_Problem requirements_
Only the count should appear in your answer: how many lines of the data below contain the word "typical"?

_Information provided_

=====

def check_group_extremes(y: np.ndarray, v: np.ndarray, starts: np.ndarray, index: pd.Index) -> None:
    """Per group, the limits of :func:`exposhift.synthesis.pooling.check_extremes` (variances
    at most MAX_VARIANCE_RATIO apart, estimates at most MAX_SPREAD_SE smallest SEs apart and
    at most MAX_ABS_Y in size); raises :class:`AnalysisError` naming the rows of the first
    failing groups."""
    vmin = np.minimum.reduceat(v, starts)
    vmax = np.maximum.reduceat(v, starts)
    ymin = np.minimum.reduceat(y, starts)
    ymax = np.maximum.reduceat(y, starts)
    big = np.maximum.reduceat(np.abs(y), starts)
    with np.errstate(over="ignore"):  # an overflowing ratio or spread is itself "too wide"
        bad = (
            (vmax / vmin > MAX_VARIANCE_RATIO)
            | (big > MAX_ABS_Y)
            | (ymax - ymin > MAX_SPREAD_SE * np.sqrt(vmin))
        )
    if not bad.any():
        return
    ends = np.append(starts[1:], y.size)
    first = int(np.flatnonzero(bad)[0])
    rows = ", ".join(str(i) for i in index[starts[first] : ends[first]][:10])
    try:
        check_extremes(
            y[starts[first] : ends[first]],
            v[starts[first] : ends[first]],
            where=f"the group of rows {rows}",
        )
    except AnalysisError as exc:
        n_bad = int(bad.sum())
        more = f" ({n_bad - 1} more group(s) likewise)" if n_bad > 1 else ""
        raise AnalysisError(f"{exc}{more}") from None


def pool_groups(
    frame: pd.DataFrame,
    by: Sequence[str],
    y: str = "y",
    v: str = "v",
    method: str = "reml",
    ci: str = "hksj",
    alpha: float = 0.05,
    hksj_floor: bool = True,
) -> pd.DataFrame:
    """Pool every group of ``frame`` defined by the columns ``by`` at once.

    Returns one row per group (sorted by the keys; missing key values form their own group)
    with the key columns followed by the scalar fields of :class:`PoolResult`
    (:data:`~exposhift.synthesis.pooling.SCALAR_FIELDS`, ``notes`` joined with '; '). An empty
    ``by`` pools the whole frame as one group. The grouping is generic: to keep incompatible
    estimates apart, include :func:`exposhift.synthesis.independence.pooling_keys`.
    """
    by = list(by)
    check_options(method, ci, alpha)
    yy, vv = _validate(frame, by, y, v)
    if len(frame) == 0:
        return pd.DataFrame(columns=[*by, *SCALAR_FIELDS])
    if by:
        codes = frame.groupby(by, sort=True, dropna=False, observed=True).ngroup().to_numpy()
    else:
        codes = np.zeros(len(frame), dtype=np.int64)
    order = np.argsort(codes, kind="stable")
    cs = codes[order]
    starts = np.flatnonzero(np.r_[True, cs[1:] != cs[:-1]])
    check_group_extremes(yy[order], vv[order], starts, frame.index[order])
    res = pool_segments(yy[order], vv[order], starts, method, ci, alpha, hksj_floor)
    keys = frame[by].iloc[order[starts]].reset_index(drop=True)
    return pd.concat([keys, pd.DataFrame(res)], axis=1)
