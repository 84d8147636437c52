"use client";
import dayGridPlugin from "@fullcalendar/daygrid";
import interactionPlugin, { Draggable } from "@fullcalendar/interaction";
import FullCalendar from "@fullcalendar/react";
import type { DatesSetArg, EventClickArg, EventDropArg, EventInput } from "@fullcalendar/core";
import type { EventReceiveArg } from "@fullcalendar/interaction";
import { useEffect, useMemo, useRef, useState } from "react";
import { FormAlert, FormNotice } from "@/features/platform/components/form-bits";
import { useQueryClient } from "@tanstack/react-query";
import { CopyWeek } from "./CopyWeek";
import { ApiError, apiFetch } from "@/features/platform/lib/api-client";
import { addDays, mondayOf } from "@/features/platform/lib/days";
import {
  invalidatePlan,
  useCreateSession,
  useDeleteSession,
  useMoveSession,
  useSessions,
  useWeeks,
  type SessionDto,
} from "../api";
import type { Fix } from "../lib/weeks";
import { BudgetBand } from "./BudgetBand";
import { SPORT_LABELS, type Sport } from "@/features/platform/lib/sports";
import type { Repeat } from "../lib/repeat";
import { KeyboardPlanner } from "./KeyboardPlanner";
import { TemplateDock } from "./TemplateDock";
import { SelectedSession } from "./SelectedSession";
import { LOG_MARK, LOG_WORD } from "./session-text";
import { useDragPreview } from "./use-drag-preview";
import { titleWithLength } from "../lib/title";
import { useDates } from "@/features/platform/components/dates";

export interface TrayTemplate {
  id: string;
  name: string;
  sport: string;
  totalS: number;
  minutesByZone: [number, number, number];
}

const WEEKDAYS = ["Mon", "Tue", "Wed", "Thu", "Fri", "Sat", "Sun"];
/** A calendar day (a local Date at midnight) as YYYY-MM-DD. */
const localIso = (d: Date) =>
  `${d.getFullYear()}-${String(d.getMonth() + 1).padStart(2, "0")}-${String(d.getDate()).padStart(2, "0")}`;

=====

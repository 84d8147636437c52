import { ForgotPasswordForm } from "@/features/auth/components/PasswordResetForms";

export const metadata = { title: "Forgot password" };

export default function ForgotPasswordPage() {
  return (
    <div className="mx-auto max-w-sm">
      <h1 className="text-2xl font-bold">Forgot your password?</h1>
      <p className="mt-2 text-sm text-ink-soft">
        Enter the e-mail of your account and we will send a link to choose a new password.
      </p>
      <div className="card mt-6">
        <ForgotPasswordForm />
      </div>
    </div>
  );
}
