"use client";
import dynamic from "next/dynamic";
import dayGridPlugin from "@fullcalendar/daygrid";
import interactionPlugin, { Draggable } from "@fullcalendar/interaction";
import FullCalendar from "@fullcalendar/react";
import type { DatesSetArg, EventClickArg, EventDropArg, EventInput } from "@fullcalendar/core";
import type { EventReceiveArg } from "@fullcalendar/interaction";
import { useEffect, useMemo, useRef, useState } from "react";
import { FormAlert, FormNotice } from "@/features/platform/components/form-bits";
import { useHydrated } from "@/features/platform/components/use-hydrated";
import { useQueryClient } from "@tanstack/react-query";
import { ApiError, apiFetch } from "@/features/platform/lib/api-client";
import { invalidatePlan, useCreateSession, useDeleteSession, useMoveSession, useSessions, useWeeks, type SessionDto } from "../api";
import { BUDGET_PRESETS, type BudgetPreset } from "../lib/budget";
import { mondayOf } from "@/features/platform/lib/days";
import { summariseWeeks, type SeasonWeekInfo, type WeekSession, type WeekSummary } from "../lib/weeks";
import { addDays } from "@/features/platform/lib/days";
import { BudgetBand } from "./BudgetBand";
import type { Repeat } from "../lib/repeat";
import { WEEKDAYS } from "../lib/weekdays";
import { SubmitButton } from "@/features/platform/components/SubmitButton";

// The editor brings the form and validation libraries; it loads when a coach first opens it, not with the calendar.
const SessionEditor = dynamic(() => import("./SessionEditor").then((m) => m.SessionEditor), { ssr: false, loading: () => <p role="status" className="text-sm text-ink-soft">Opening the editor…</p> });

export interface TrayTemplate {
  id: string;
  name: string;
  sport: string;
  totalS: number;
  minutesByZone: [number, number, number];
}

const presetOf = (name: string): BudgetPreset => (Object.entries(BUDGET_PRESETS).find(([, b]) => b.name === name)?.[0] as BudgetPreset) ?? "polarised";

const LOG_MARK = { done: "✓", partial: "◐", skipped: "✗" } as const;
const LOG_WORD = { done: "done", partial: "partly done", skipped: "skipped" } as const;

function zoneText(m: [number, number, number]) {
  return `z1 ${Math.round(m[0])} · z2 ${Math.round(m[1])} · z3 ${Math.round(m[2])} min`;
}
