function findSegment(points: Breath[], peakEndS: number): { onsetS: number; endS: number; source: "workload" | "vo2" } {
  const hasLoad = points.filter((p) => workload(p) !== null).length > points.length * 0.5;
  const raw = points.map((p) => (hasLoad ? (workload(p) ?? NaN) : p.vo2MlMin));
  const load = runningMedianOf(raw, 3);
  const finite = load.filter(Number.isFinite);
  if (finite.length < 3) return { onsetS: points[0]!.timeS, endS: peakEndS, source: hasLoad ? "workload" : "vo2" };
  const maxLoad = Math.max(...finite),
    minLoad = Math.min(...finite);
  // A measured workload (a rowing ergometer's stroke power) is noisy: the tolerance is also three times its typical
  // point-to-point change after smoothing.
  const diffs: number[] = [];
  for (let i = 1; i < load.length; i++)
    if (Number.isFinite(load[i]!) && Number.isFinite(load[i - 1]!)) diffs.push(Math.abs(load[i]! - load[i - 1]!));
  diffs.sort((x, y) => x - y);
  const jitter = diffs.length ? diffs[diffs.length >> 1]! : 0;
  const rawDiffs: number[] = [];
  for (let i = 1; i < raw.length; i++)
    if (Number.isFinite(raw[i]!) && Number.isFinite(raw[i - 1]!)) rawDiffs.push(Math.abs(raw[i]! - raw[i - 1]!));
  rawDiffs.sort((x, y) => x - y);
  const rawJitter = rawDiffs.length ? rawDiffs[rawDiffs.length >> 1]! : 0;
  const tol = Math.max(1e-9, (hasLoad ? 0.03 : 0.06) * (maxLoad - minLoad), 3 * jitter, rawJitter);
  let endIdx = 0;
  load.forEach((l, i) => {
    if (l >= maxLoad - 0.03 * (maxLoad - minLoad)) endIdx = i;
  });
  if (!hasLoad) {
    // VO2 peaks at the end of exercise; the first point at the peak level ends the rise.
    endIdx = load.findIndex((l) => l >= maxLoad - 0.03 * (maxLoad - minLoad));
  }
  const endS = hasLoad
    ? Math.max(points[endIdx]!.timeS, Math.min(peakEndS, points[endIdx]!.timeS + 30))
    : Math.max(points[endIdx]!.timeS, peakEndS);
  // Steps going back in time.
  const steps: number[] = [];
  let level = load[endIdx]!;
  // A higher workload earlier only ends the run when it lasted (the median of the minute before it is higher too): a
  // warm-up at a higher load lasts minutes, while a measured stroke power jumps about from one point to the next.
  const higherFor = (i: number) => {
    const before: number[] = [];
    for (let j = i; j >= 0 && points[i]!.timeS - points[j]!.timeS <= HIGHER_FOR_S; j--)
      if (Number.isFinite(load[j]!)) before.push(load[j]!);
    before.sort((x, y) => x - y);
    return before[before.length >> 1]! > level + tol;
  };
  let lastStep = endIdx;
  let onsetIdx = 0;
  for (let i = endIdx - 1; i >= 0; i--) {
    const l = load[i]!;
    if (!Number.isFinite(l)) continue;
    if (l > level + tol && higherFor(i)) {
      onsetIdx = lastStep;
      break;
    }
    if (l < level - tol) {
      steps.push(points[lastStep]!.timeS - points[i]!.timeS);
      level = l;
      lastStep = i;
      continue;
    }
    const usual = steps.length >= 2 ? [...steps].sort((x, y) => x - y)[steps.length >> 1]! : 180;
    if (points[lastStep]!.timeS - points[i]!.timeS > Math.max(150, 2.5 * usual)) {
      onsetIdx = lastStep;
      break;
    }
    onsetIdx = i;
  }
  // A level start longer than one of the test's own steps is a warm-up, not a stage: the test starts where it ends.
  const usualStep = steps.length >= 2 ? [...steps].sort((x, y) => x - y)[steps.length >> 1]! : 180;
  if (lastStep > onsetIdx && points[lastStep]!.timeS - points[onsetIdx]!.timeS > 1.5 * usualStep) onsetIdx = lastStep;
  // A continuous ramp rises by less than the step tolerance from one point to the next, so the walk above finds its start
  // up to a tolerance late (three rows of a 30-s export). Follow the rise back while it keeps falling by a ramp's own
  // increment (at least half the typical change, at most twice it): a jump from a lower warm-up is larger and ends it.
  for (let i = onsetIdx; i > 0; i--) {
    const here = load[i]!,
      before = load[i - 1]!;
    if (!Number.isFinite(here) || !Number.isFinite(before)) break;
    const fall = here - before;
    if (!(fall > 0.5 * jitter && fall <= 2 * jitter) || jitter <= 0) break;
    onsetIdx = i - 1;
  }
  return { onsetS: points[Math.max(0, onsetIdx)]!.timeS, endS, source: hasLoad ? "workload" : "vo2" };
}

=====

_Task output_
2